BRIEF: The response should contain only those lines of the entries below that include the string "None".

Stored items:
====================
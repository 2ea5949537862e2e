"""Plain numpy reference of the Monte Carlo engine, the oracle for the compiled kernels.

This is the vectorised numpy engine the kernels replaced (each scheme a pure
step on arrays of paths, blocks vectorised together), kept short and
unoptimised in spirit: same draws, same formulas, same order of operations.
Used by tests/test_mc_kernels.py and as the baseline of ``python -m
benchmarks monte_carlo``.
"""

import numpy as np
from scipy.special import ndtr

from rootvar.core.montecarlo.european import BLOCK

_LAST_UNIFORM = 1.0 - 2.0**-53


class Accumulator:
    """Per-path running sums of one chunk of paths."""

    def __init__(self, n: int, v0: float):
        self.v0 = v0
        self.sum_v = np.zeros(n)  # trapezoid schemes: sum of v_1 .. v_n
        self.int_var = np.zeros(n)  # Euler schemes: running I
        self.mart = np.zeros(n)  # Euler schemes: running M
        self.adj = np.zeros(n)  # martingale correction A
        self.touched = np.zeros(n, dtype=bool)  # variance at or below zero at some step
        self.negative_updates = 0  # Euler: updates negative before the fix
        self.adj_failed = 0  # QE-M: path-steps where the correction does not exist


def _finish_euler(p, dt, steps, acc, v_final):
    return acc.int_var, acc.mart


def _finish_trapezoid(p, dt, steps, acc, v_final):
    int_var = dt * (acc.sum_v + 0.5 * (p.v0 - v_final))
    mart = (v_final - p.v0 - p.kappa * p.theta * dt * steps + p.kappa * int_var) / p.vol_of_vol
    return int_var, mart


def _euler(f1, f2, f3):
    """Euler step in the unified form of Lord, Koekkoek & van Dijk (2010), eq. (7):
    ``v~' = f1(v~) + kappa dt (theta - f2(v~)) + sigma sqrt(f3(v~) dt) Z``, and the
    variance seen by the log-price is ``f3(v~)``."""

    def make(p, dt):
        kdt, sq_dt = p.kappa * dt, np.sqrt(dt)
        sq = p.vol_of_vol * sq_dt

        def step(v, draws, acc):
            z = draws.normal()
            out = f3(v)
            root = np.sqrt(out)
            root_z = root * z
            new = f1(v) + kdt * (p.theta - f2(v)) + sq * root_z
            below = new <= 0
            acc.negative_updates += int(np.count_nonzero(new < 0))
            acc.touched |= below
            acc.int_var += out * dt
            acc.mart += sq_dt * root_z
            return new

        return step

    return make


def _pos(x):
    return np.maximum(x, 0.0)


def _same(x):
    return x


def _make_qe(p, dt, martingale=False, psi_c=1.5):
    """Andersen's (2008) quadratic-exponential step, optionally martingale-corrected.

    With ``m`` and ``s^2`` the exact conditional mean and variance of
    ``v(t + dt)`` and ``psi = s^2 / m^2``, the step works with ``r = 2 / psi``
    (Andersen, eqs. 17-29, rewritten to save divisions):

    * quadratic branch (``psi <= psi_c``): ``v' = a (b + Z)^2`` with
      ``b^2 = r - 1 + sqrt(r (r - 1))`` and ``a = m / (1 + b^2)``;
    * exponential branch (``psi > psi_c``): ``v' = 0`` with probability
      ``p = (psi - 1) / (psi + 1)``, else ``ln((1 - p) / (1 - U)) / beta`` with
      ``beta = (1 - p) / m``; with ``q = (1 + psi) / 2 = 1 / r + 1/2`` this
      is ``v' = m q max(0, -ln(q (1 - U)))``.
    """
    e = np.exp(-p.kappa * dt)
    s2 = p.vol_of_vol**2
    half_c1 = 0.5 * s2 * e * (1.0 - e) / p.kappa  # s^2 / 2 = half_c1 v + half_c2
    half_c2 = 0.25 * p.theta * s2 * (1.0 - e) ** 2 / p.kappa
    m_const = p.theta * (1.0 - e)
    r_c = 2.0 / psi_c
    rho, sig = p.rho, p.vol_of_vol
    # Andersen (2008), eq. (33) with gamma1 = gamma2 = 1/2
    k0 = -rho * p.kappa * p.theta * dt / sig
    k1 = 0.5 * dt * (p.kappa * rho / sig - 0.5) - rho / sig
    k2 = 0.5 * dt * (p.kappa * rho / sig - 0.5) + rho / sig
    k3 = k4 = 0.5 * dt * (1.0 - rho * rho)
    big_a = k2 + 0.5 * k4

    work: dict[int, list[np.ndarray]] = {}

    def step(v, draws, acc):
        # One normal for the quadratic branch and one uniform for the
        # exponential branch per path and step (Andersen uses one uniform for
        # both; the branch is fixed by v before the draw, so the law is the
        # same, and a fresh uniform is cheaper here than Phi(Z)).  Both are
        # drawn on every step, used or not: whether a block consumes draws
        # must not depend on the other blocks vectorised with it.
        z = draws.normal()
        u = draws.uniform()
        # Both branches are evaluated on every path with in-place operations
        # on reused buffers, then the exponential one is copied where
        # psi > psi_c: this loop is the hot path of every QE run; whole-array
        # passes cost about what gathering the exponential paths does and
        # keep the step free of branches (measured in an interleaved A/B run).
        if v.size not in work:
            work[v.size] = [np.empty(v.size) for _ in range(7)] + [np.empty(v.size, bool)]
        m, r, b2, q, expo, out0, out1, hot = work[v.size]
        new = out1 if v is out0 else out0  # never overwrite the input variance
        np.multiply(v, e, out=m)
        m += m_const
        np.multiply(v, half_c1, out=q)
        q += half_c2
        np.multiply(m, m, out=r)
        r /= q  # r = 2 / psi
        np.less(r, r_c, out=hot)
        # quadratic branch, psi clipped at psi_c so that it is defined
        np.maximum(r, r_c, out=b2)
        np.subtract(b2, 1.0, out=q)
        b2 *= q
        np.sqrt(b2, out=b2)
        b2 += q  # b^2
        np.sqrt(b2, out=new)
        new += z
        new *= new
        new *= m
        b2 += 1.0  # now 1 + b^2
        new /= b2
        # exponential branch
        np.divide(1.0, r, out=q)
        q += 0.5
        np.subtract(1.0, u, out=expo)
        expo *= q  # 1 - U is in (0, 1], also for mirrored draws
        np.log(expo, out=expo)
        np.negative(expo, out=expo)
        np.maximum(expo, 0.0, out=expo)
        expo *= q
        expo *= m
        np.copyto(new, expo, where=hot)
        acc.touched |= new <= 0.0
        if martingale:
            # Andersen (2008), eqs. (36)-(37): K0* replaces K0 so that
            # E[exp(dx)] = exp((r - q) dt) exactly under the QE law.
            a = m / b2
            with np.errstate(divide="ignore", invalid="ignore", over="ignore"):
                one = 1.0 - 2.0 * big_a * a
                k0_star = -big_a * (b2 - 1.0) * a / one + 0.5 * np.log(one)
                ok = one > 0
                idx = np.flatnonzero(hot)
                if idx.size:
                    qh = q[idx]
                    pz, beta = 1.0 - 1.0 / qh, 1.0 / (qh * m[idx])
                    k0_star[idx] = -np.log(pz + beta * (1.0 - pz) / (beta - big_a))
                    ok[idx] = beta > big_a
            k0_star -= (k1 + 0.5 * k3) * v
            ok &= np.isfinite(k0_star)
            # where the correction does not exist the step stays uncorrected
            acc.adj += np.where(ok, k0_star - k0, 0.0)
            acc.adj_failed += int(np.count_nonzero(~ok))
        acc.sum_v += new
        return new

    return step


def _make_qe_martingale(p, dt):
    return _make_qe(p, dt, martingale=True)


def _make_exact(p, dt):
    """Exact noncentral chi-square draw of v(t + dt) given v(t) (Broadie & Kaya 2006)."""
    e = np.exp(-p.kappa * dt)
    c = p.vol_of_vol**2 * (1.0 - e) / (4.0 * p.kappa)
    df = 4.0 * p.kappa * p.theta / p.vol_of_vol**2

    def step(v, draws, acc):
        new = c * draws.noncentral_chisquare(df, v * (e / c))
        acc.touched |= new <= 0
        acc.sum_v += new
        return new

    return step


_STEPS = {
    "euler_absorb": (_euler(_pos, _pos, _pos), _finish_euler),
    "euler_reflect": (_euler(np.abs, np.abs, np.abs), _finish_euler),
    "euler_partial": (_euler(_same, _same, _pos), _finish_euler),
    "euler_full": (_euler(_same, _pos, _pos), _finish_euler),
    "qe": (_make_qe, _finish_trapezoid),
    "qe_martingale": (_make_qe_martingale, _finish_trapezoid),
    "exact_variance": (_make_exact, _finish_trapezoid),
}


class _Draws:
    """Random numbers for a chunk of blocks, each block from its own stream.

    ``normal`` and ``uniform`` fill reused buffers: a caller must be done
    with one draw before asking for the next of the same kind.
    """

    def __init__(self, generators, sizes, antithetic):
        self.gens, self.sizes, self.anti = generators, sizes, antithetic
        self.n = int(sum(sizes))
        self._normal = np.empty(self.n)
        self._uniform = np.empty(self.n)

    def _fill(self, out, draw, mirror):
        """Each block's draws in place; with antithetic, the second half mirrors the first."""
        start = 0
        for gen, size in zip(self.gens, self.sizes, strict=True):
            if self.anti:
                half = (size + 1) // 2
                first = out[start : start + half]
                draw(gen, first)
                mirror(first[: size - half], out=out[start + half : start + size])
            else:
                draw(gen, out[start : start + size])
            start += size
        return out

    def normal(self):
        return self._fill(self._normal, lambda g, out: g.standard_normal(out=out), np.negative)

    def uniform(self):
        # numpy's doubles are k 2^-53, k = 0 .. 2^53 - 1; the mirror takes k to
        # 2^53 - 1 - k exactly, so mirrored draws stay in [0, 1) like the
        # originals and 1 - U is never 0
        return self._fill(
            self._uniform,
            lambda g, out: g.random(out=out),
            lambda u, out: np.subtract(_LAST_UNIFORM, u, out=out),
        )

    def noncentral_chisquare(self, df, nonc):
        out = np.empty(self.n)
        start = 0
        for gen, size in zip(self.gens, self.sizes, strict=True):
            out[start : start + size] = gen.noncentral_chisquare(df, nonc[start : start + size])
            start += size
        return out


def _conditional_prices(p, spot, strikes, t, rate, div, kind, int_var, mart, adj):
    """Black-Scholes given the variance path (Willard 1997; Romano & Touzi 1997)."""
    rho = p.rho
    log_fwd = np.log(spot) + (rate - div) * t + adj + rho * mart - 0.5 * rho * rho * int_var
    total = np.sqrt(np.maximum((1.0 - rho * rho) * int_var, 0.0))[:, None]
    fwd = np.exp(log_fwd)[:, None]
    k = strikes[None, :]
    with np.errstate(divide="ignore", invalid="ignore"):
        d1 = (log_fwd[:, None] - np.log(k)) / total + 0.5 * total
    d2 = d1 - total
    sign = 1.0 if kind == "call" else -1.0
    value = sign * (fwd * ndtr(sign * d1) - k * ndtr(sign * d2))
    intrinsic = np.maximum(sign * (fwd - k), 0.0)
    return np.exp(-rate * t) * np.where(total > 0, value, intrinsic)


def _terminal_prices(p, spot, strikes, t, rate, div, kind, int_var, mart, adj, z):
    rho = p.rho
    log_s = (
        np.log(spot)
        + (rate - div) * t
        + adj
        - 0.5 * int_var
        + rho * mart
        + np.sqrt(np.maximum((1.0 - rho * rho) * int_var, 0.0)) * z
    )
    s_t = np.exp(log_s)[:, None]
    sign = 1.0 if kind == "call" else -1.0
    return np.exp(-rate * t) * np.maximum(sign * (s_t - strikes[None, :]), 0.0)


def reference_paths(scheme, p, dt, steps, gens, sizes, antithetic):
    """Every step of the blocks ``gens`` vectorised together.

    Returns ``(draws, v, int_var, mart, acc)``; ``draws`` can still give the
    terminal normal.
    """
    make, finish = _STEPS[scheme]
    step = make(p, dt)
    draws = _Draws(gens, sizes, antithetic)
    v = np.full(draws.n, p.v0)
    acc = Accumulator(draws.n, p.v0)
    for _ in range(steps):
        v = step(v, draws, acc)
    int_var, mart = finish(p, dt, steps, acc, v)
    return draws, v, int_var, mart, acc


def reference_price(
    p, spot, strikes, t, rate, div, kind, scheme, steps, paths, seed, antithetic, conditional
):
    """Price and standard error per strike, as the numpy engine computed them."""
    n_blocks = -(-paths // BLOCK)
    sizes = [BLOCK] * (n_blocks - 1) + [paths - BLOCK * (n_blocks - 1)]
    children = np.random.SeedSequence(seed).spawn(n_blocks)
    gens = [np.random.Generator(np.random.SFC64(c)) for c in children]
    draws, _, int_var, mart, acc = reference_paths(
        scheme, p, t / steps, steps, gens, sizes, antithetic
    )
    args = (p, spot, np.asarray(strikes, dtype=float), t, rate, div, kind, int_var, mart, acc.adj)
    if conditional:
        values = _conditional_prices(*args)
    else:
        values = _terminal_prices(*args, draws.normal())
    if antithetic:  # pair averages within each block
        parts, start = [], 0
        for size in sizes:
            block = values[start : start + size]
            parts.append(0.5 * (block[: size // 2] + block[size // 2 :]))
            start += size
        values = np.concatenate(parts)
    n = values.shape[0]
    return values.mean(axis=0), values.std(axis=0, ddof=1) / np.sqrt(n)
====================
EXERCISE RESPONSE:
    total = np.sqrt(np.maximum((1.0 - rho * rho) * int_var, 0.0))[:, None]
    fwd = np.exp(log_fwd)[:, None]
    k = strikes[None, :]
        d1 = (log_fwd[:, None] - np.log(k)) / total + 0.5 * total
    s_t = np.exp(log_s)[:, None]
    return np.exp(-rate * t) * np.maximum(sign * (s_t - strikes[None, :]), 0.0)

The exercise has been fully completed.